I’ve been here for a little over an hour, telling Luke everything that happened since the day of the car accident. Turns out he’s a better listener than Dr. Schueler. He lets me get all my thoughts out without interrupting. Okay, it’s a morbid thought but there is truth. Sometimes you just need to say what you’re feeling out loud without someone else asking questions or telling you why you feel the way you do. A person just needs to feel without analysing it.

“I know it’s crazy to love someone like Alexander. But, you see, Luke, he is sweet and loving and funny and passionate. I know you and Leah think music guys are lame but he is far from lame. You two would have gotten along so well. He has a motorcycle. I know you would be out on it in a second. He also knows celebrities and models.” My inside coil at the thought of some of the ones he’s dated. Leah filled me in on a few. Talk about not measuring up. I look like a wildebeest compared to some of them. I shake it off as Leah would and carry on. “He definitely would have hooked you up with a model or two. Imagine what your frat brothers would’ve said.”

The thought makes me sad. The words would have are terribly depressing.

“I miss you little brother.” I roll my eyes up in order to keep the tears from falling but they are stinging from the inside. I inhale a shaky breath. “It’s hard to believe you’re not here. I try to do that thing where you pretend the person who died is away at war or something and will return any day. The truth is, you’re not coming back.” My eyebrows feel heavy on my forehead and fall down toward my eyelids. “I have been trying to avoid coming here for so long. It’s like, if I don’t come here, then you’re not really here and none of it happened.”

My hand curls up to feel that familiar burn that has kept me from moving on. Funny thing about it, it doesn’t hurt as much as it did almost a year ago. It’s become a part of me. Something I am learning to tolerate.

“Everyone thinks my depression was from losing my ability to play the violin. As if losing you wasn’t enough, it was the music that sent me over the edge.” I shake my head at the though. “Fuck the violin.” I say it again louder. “Fuck. The. Violin.

“If God gave me a choice that night and told me it was your life or my entire arm, I would have said, take the arm. Hell, I would have said take my life! It was never about the damn violin. It wasn’t about my f*cking career. It was about you. It was always you.”
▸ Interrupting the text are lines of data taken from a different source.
"""Critical exponents and characteristic roots, against mpmath and by what defines them."""

from __future__ import annotations

import math
from decimal import Decimal
from fractions import Fraction

import mpmath
import pytest
from hypothesis import given, settings
from hypothesis import strategies as st

from pytest_growthbudget.bounds import roots
from pytest_growthbudget.bounds.enclosure import compare_numbers, enclose, to_float
from pytest_growthbudget.bounds.exact import (
    ONE,
    ZERO,
    Number,
    Real,
    Undecidable,
    exp_number,
    ln_fraction,
    power_number,
)
from pytest_growthbudget.bounds.roots import Equation

COMMON = settings(max_examples=50, deadline=None, derandomize=True)
COEFFICIENTS = st.fractions(min_value=Fraction(1, 1000), max_value=10**6, max_denominator=1000)
LN_2, LN_3, LN_5, LN_10_7 = (ln_fraction(Fraction(x)) for x in ("2", "3", "5", "10/7"))


def characteristic(*terms: tuple[int | Fraction, int]) -> Equation:
    """x^K = Σ a x^(K-k), as an equation for ln x."""
    return Equation(tuple((Fraction(a), Fraction(k)) for a, k in terms))


def _left(equation: Equation, x: float) -> float:
    return math.fsum(float(a) * math.exp(-to_float(w) * x) for a, w in equation.terms)


@COMMON
@given(st.lists(st.tuples(COEFFICIENTS, st.integers(1, 60)), min_size=1, max_size=4, unique_by=lambda t: t[1]))
def test_the_approximate_root_solves_its_equation(terms: list[tuple[Fraction, int]]) -> None:
    """Roots far below and above 0 alike."""
    equation = characteristic(*terms)
    assert _left(equation, equation.approximate()) == pytest.approx(1.0, rel=1e-9)


EQUATIONS = [
    characteristic((1, 1), (1, 2)),
    characteristic((1, 1), (1, 2), (1, 3)),
    characteristic((Fraction(1, 2), 1), (Fraction(1, 3), 2)),
    characteristic((10**6, 7), (1, 40)),
    characteristic((10**200, 7), (1, 40)),
    characteristic((Fraction(1, 10**6), 1), (Fraction(1, 10**6), 3)),
    roots.equation([(ONE, LN_5), (ONE, LN_10_7)]),
    roots.equation([(Fraction(2), LN_2), (Fraction(8, 9), ln_fraction(Fraction(4, 3)))]),
    roots.equation([(ONE, LN_2 / LN_3), (Fraction(3), LN_5)]),
]


@pytest.mark.parametrize("equation", EQUATIONS, ids=[e.key[:60] for e in EQUATIONS])
@pytest.mark.parametrize("digits", [25, 60, 150])
def test_the_root_lies_in_its_enclosure(equation: Equation, digits: int) -> None:
    """The left side falls through 1 between the ends, which are close to one another."""
    low, high = equation.enclose(digits)
    assert 0 < high - low < abs(low) * Decimal(10) ** (6 - digits)
    with mpmath.workdps(digits + 40):
        weights = [(mpmath.mpf(a.numerator) / a.denominator, _mean(w, digits + 30)) for a, w in equation.terms]
        at_low, at_high = (
            mpmath.fsum(a * mpmath.exp(-w * mpmath.mpf(str(x))) for a, w in weights) for x in (low, high)
        )
        assert at_high < 1 < at_low


def _mean(x: Number, digits: int) -> mpmath.mpf:
    return sum(mpmath.mpf(str(end)) for end in enclose(x, digits)) / 2


@pytest.mark.parametrize("equation", EQUATIONS, ids=[e.key[:60] for e in EQUATIONS])
def test_the_left_side_lies_in_its_enclosure(equation: Equation) -> None:
    """Over a wide interval: it falls, so its largest value is at the lower end."""
    low, high = (enclose(Fraction(x), 40) for x in ("0.3", "0.7"))
    found = equation.sum_at((low[0], high[1]), 40)
    with mpmath.workdps(60):
        terms = [(mpmath.mpf(a.numerator) / a.denominator, _mean(w, 50)) for a, w in equation.terms]
        for end, x in zip(found, ("0.7", "0.3"), strict=True):
            value = mpmath.fsum(a * mpmath.exp(-w * mpmath.mpf(x)) for a, w in terms)
            assert abs(mpmath.mpf(str(end)) - value) < value * mpmath.mpf(10) ** -36
    assert found[0] < found[1]


GOLDEN = characteristic((1, 1), (1, 2))
TRIBONACCI = characteristic((1, 1), (1, 2), (1, 3))


@pytest.mark.parametrize(
    ("a", "b", "same"),
    [
        (GOLDEN, characteristic((2, 2), (1, 3)), True),  # (x + 1)(x^2 - x - 1)
        (GOLDEN, characteristic((3, 2), (2, 1), (3, 3), (1, 4)), False),
        (TRIBONACCI, characteristic((2, 2), (2, 3), (1, 4)), True),  # (x + 1)(x^3 - x^2 - x - 1)
        (characteristic((2, 2), (1, 3)), characteristic((3, 2), (2, 3)), False),  # x + 1 alone in common; roots φ and 2
        (characteristic((Fraction(1, 2), 1), (Fraction(1, 2), 2)), characteristic((1, 3)), True),
        (characteristic((4, 2)), characteristic((1, 1), (2, 2)), True),  # (x + 2)(x - 2), (x + 1)(x - 2)
        (GOLDEN, TRIBONACCI, False),
        (GOLDEN, roots.equation([(ONE, LN_2), (ONE, LN_3)]), False),
        (roots.equation([(ONE, LN_2), (ONE, LN_3)]), GOLDEN, False),
        (GOLDEN, Equation(((ONE, Fraction(1, 2)), (ONE, ONE))), False),
        (characteristic((1, 40)), characteristic((1, 39)), True),
        (characteristic((1, 41)), characteristic((1, 39)), False),  # not looked at: the degree is above 40
    ],
)
def test_equations_share_their_root_where_a_common_factor_has_it(a: Equation, b: Equation, same: bool) -> None:
    assert a.same_root(b) is same
    assert b.same_root(a) is same


@pytest.mark.parametrize(
    ("terms", "x", "expected"),
    [
        ([(1, LN_2), (1, LN_2)], ONE, 0),
        ([(1, LN_3), (1, ln_fraction(Fraction(3, 2)))], ONE, 0),
        ([(1, LN_3), (1, ln_fraction(Fraction(3, 2)))], Fraction(999_999, 10**6), 1),
        ([(1, LN_3), (1, ln_fraction(Fraction(3, 2)))], Fraction(1_000_001, 10**6), -1),
        ([(3, LN_2)], LN_3 / LN_2, 0),
        ([(1, Fraction(1)), (1, Fraction(2))], roots.solve([(ONE, ONE), (ONE, Fraction(2))]), 0),
        ([(1, LN_5), (1, LN_10_7)], roots.solve([(ONE, LN_5), (ONE, LN_10_7)]), 0),
        ([(1, LN_5), (1, LN_10_7)], LN_2, 1),
        ([(1, LN_5), (1, LN_10_7)], LN_3, -1),
    ],
)  # fmt: skip
def test_order_tells_on_which_side_of_a_number_the_root_lies(
    terms: list[tuple[int, Number]], x: Number, expected: int
) -> None:
    assert roots.order(roots.equation([(Fraction(a), w) for a, w in terms]), x) == expected


def test_an_exponent_that_agrees_to_150_digits_is_not_called_equal() -> None:
    equation = roots.equation([(ONE, LN_5), (ONE, LN_10_7)])
    near = Fraction(equation.enclose(200)[0])
    with pytest.raises(Undecidable) as caught:
        roots.order(equation, near)
    assert str(caught.value) == (
        "a critical exponent agrees with the toll's to 150 digits, but no proof of equality was found"
    )


@pytest.mark.parametrize(
    ("terms", "expected"),
    [
        ([(7, LN_2)], ln_fraction(Fraction(7)) / LN_2),
        ([(1, LN_3), (1, ln_fraction(Fraction(3, 2)))], ONE),
        ([(Fraction(1, 4), LN_2), (Fraction(3, 4), LN_5)], ZERO),
        ([(2, 2 * LN_2), (3, LN_2 + LN_3)], ONE),
        ([(1, LN_2), (2, 2 * LN_2)], ONE),
        ([(1, Fraction(1)), (6, Fraction(2))], LN_3),
        ([(1, Fraction(1, 2)), (6, ONE)], 2 * LN_3),
        ([(Fraction(1, 6), ONE), (Fraction(1, 6), Fraction(2))], -LN_2),
        ([(Fraction(2), LN_2), (Fraction(8, 9), ln_fraction(Fraction(4, 3)))], Fraction(2)),
        ([(1, LN_2), (1, LN_2), (2, LN_2)], Fraction(2)),
    ],
)
def test_roots_with_a_closed_form_have_it(terms: list[tuple[int | Fraction, Number]], expected: Number) -> None:
    assert roots.solve([(Fraction(a), w) for a, w in terms]) == expected


@COMMON
@given(
    st.lists(
        st.tuples(st.fractions(min_value=Fraction(1, 9), max_value=9, max_denominator=9), st.integers(2, 60)),
        min_size=1,
        max_size=3,
        unique_by=lambda t: t[1],
    )
)
def test_every_root_solves_its_equation(terms: list[tuple[Fraction, int]]) -> None:
    """Whatever form it has."""
    weights = [(a, ln_fraction(Fraction(b))) for a, b in terms]
    p = to_float(roots.solve(weights))
    assert math.fsum(float(a) * b**-p for a, b in terms) == pytest.approx(1.0, rel=1e-9)


SURDS = [
    (Fraction(1, 2), Fraction(1, 2), 5, True),
    (ONE, ONE, 2, True),
    (ONE, Fraction(1, 3), 7, False),
    (Fraction(2), ONE, 3, False),
    (Fraction(-1), ONE, 3, False),
    (ONE, Fraction(2), 6, True),
]


@pytest.mark.parametrize(("u", "v", "d", "root"), SURDS)
def test_the_logarithm_of_a_surd_is_that_of_a_characteristic_root(u: Fraction, v: Fraction, d: int, root: bool) -> None:
    """ln(u + v sqrt(d)): a root where its quadratic has positive coefficients, so that equal growths look alike."""
    x = u + v * power_number(Fraction(d), Fraction(1, 2))
    found = roots.ln_with_surds(x)
    assert to_float(found) == pytest.approx(math.log(u + v * math.sqrt(d)), rel=1e-14)
    assert isinstance(found, Real)
    kinds = {symbol.kind for mono in found.num for symbol, _ in mono}
    assert kinds == ({"root"} if root else {"lnof"})
    if root:
        assert found == roots.growth_rate(((2 * u, 1), (v * v * d - u * u, 2)))


def test_the_golden_ratio_is_one_number_however_it_comes_about() -> None:
    """From Fibonacci's recurrence, from its surd, and as e to its own logarithm."""
    surd = (1 + power_number(Fraction(5), Fraction(1, 2))) / 2
    rate = roots.growth_rate(((ONE, 1), (ONE, 2)))
    assert roots.ln_with_surds(surd) == rate
    assert compare_numbers(exp_number(rate), Fraction(1618, 1000)) == 1
    assert compare_numbers(exp_number(rate), Fraction(1619, 1000)) == -1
My heart is beating rapidly and my body shivers, not from the cold but from the nerves of the feelings in my blood, running through my veins.

“For so long I’ve been wallowing, pretending I was depressed about my damned hand when I really couldn’t care less. I just want you back. That’s right, Luke, I want you back and I have been too scared to say it out loud.”

Large, fat tears run down my face as I break down in front of a piece of stone. The ground beneath my knees is cold and the air against my wet cheeks is freezing but it doesn’t matter. I am crying for my brother. Crying for the life he lost. Crying for the future he’ll never have. Crying for the dreams he’ll never see.